## Exercise inputs
·····

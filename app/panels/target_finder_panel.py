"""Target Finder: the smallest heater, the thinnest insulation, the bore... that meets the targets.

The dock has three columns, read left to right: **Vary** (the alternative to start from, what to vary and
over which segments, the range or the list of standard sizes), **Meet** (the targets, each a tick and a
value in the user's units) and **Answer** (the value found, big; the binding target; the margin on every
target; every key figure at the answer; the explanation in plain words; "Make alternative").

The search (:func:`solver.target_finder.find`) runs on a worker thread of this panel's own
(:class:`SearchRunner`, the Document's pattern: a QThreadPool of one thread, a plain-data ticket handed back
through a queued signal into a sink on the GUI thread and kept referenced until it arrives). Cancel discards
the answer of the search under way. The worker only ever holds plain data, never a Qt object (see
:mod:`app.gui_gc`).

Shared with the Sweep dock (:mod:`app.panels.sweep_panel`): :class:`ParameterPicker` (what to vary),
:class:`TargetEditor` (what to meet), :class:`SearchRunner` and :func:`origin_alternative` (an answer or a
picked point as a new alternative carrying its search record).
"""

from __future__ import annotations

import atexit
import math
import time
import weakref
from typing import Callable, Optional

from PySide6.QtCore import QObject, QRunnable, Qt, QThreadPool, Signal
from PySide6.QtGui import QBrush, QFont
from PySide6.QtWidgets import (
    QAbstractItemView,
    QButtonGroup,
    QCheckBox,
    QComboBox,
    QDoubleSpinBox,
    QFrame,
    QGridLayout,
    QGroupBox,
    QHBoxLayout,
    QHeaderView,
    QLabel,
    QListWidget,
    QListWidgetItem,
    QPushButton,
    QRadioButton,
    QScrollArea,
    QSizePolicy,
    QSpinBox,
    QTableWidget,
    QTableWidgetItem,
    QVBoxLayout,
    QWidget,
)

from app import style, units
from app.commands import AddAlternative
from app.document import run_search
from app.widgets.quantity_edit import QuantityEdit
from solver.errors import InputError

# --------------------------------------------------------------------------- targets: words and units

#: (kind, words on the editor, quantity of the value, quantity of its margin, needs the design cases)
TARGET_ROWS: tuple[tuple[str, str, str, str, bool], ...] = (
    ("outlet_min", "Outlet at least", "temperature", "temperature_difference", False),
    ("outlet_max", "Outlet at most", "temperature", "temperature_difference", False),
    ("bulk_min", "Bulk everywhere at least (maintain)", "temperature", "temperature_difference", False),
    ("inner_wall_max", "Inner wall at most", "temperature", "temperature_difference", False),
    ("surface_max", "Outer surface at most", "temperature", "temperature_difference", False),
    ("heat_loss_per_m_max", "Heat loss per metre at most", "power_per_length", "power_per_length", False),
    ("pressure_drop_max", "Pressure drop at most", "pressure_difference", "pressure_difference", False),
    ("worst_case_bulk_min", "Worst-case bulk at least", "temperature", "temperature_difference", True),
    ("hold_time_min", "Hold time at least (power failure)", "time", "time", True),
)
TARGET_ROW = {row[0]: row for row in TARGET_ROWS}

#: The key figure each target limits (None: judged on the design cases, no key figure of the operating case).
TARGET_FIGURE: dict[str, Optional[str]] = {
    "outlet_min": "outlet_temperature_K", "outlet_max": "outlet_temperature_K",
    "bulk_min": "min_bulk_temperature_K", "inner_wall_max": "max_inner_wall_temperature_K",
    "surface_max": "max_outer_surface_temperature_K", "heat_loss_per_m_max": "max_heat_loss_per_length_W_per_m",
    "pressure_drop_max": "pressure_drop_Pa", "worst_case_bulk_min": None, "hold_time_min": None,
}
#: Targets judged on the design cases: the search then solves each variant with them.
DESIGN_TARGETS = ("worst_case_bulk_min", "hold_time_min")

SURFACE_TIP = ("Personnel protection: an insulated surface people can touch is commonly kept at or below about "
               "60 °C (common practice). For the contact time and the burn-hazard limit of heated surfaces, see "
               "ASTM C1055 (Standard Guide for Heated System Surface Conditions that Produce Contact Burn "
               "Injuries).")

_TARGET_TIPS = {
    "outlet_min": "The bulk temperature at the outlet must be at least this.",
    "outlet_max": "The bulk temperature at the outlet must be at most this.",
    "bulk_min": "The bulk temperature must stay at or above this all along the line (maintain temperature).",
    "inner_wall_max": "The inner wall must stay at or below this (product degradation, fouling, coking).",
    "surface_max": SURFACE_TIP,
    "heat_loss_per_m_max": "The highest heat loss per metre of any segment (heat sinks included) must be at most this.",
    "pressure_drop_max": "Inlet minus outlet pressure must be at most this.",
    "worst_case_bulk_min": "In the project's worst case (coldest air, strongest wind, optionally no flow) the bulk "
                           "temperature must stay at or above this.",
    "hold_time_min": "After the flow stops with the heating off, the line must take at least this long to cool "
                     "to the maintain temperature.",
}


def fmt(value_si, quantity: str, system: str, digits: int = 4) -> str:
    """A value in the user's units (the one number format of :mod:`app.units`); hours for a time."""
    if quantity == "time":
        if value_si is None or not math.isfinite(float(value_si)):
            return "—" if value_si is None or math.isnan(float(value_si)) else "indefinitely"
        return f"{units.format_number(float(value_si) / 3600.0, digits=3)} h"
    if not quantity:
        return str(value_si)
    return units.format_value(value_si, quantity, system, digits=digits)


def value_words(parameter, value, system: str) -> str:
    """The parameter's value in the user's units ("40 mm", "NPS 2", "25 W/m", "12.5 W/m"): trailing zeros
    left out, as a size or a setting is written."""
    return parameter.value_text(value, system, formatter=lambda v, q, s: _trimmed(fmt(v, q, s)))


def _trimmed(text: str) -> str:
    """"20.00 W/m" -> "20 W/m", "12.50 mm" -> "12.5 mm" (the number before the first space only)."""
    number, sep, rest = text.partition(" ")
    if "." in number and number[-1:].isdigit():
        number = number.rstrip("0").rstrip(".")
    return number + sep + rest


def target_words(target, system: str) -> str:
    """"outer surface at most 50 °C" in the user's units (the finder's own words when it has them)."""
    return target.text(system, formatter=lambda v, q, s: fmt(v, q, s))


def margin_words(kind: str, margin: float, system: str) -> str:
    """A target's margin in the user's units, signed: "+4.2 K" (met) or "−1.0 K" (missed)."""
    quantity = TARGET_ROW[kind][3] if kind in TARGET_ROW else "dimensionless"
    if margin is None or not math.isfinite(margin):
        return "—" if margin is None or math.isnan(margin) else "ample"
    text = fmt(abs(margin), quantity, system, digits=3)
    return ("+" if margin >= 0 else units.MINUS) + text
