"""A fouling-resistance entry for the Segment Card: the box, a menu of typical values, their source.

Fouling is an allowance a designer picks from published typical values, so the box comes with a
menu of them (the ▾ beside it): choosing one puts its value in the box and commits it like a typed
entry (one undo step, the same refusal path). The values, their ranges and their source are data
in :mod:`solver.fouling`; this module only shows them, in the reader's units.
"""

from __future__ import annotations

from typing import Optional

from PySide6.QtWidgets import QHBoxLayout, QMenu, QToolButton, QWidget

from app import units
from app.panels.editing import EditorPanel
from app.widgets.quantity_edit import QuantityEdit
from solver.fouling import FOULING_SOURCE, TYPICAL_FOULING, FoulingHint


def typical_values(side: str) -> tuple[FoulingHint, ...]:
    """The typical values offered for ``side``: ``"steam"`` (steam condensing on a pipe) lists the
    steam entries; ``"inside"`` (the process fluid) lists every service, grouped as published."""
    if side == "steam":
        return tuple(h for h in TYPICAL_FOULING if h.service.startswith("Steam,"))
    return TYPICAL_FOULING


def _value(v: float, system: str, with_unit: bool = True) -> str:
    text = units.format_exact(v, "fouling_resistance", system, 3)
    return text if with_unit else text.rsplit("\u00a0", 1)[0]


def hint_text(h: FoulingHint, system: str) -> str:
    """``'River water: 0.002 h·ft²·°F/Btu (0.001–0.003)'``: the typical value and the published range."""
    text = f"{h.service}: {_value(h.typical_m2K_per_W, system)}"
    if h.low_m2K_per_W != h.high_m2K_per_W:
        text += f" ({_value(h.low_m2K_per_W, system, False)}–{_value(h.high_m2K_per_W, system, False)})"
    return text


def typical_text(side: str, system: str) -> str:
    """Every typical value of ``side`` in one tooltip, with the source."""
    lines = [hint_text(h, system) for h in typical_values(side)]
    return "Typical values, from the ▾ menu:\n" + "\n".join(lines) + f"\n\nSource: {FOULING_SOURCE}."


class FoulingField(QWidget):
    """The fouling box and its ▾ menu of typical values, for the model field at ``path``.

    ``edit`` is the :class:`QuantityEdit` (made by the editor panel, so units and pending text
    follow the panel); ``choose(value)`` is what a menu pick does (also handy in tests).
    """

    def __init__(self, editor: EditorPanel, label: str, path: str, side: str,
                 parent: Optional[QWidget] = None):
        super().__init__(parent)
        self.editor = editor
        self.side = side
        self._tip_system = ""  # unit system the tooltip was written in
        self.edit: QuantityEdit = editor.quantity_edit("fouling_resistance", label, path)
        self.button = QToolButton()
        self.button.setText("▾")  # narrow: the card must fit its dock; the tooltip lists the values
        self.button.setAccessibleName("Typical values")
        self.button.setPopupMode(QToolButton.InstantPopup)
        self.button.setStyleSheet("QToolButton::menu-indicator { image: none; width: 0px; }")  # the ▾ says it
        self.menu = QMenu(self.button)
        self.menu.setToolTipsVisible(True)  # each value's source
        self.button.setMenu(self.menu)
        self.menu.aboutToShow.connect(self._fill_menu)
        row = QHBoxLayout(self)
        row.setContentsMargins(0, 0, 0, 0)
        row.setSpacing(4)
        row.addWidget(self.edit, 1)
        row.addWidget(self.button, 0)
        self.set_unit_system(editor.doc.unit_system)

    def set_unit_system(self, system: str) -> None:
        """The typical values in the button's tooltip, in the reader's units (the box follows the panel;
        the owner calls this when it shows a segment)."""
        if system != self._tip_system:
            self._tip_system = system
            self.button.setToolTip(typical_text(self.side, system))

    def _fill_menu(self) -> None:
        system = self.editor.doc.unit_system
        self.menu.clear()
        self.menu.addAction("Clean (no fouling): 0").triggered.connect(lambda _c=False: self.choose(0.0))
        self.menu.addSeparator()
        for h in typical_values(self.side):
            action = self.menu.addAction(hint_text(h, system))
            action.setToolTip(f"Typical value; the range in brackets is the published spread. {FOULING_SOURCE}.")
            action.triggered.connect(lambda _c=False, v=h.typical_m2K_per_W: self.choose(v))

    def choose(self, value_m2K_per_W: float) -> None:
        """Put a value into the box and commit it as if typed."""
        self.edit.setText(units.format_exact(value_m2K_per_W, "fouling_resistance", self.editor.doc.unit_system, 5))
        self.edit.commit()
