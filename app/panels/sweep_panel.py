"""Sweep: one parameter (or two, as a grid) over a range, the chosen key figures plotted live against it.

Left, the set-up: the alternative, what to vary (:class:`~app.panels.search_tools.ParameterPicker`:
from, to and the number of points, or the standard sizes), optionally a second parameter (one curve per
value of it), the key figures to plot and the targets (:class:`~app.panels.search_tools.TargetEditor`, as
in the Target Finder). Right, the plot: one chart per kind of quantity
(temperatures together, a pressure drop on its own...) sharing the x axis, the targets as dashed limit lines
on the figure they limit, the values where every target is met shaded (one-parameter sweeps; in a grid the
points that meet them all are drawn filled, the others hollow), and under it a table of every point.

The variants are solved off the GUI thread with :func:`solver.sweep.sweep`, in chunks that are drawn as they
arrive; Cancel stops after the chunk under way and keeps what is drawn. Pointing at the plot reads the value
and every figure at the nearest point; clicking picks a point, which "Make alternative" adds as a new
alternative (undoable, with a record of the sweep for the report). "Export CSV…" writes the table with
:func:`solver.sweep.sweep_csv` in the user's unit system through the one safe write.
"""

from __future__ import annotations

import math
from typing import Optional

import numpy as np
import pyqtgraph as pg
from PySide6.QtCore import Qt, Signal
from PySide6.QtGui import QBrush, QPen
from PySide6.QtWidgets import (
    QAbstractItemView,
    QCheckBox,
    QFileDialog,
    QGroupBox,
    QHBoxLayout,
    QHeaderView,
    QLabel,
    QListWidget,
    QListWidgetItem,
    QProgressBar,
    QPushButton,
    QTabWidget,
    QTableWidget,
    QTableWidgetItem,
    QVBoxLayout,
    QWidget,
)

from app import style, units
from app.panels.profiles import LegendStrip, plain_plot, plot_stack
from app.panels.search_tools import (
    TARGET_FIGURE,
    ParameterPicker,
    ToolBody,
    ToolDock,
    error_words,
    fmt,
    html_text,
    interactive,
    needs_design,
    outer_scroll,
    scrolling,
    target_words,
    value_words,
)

·····

## What you have to do
The expected answer holds each line from the listing above where the string "QtCore" is present.

## Result for this task
from PySide6.QtCore import QObject, QRunnable, Qt, QThreadPool, Signal
from PySide6.QtCore import Qt, Signal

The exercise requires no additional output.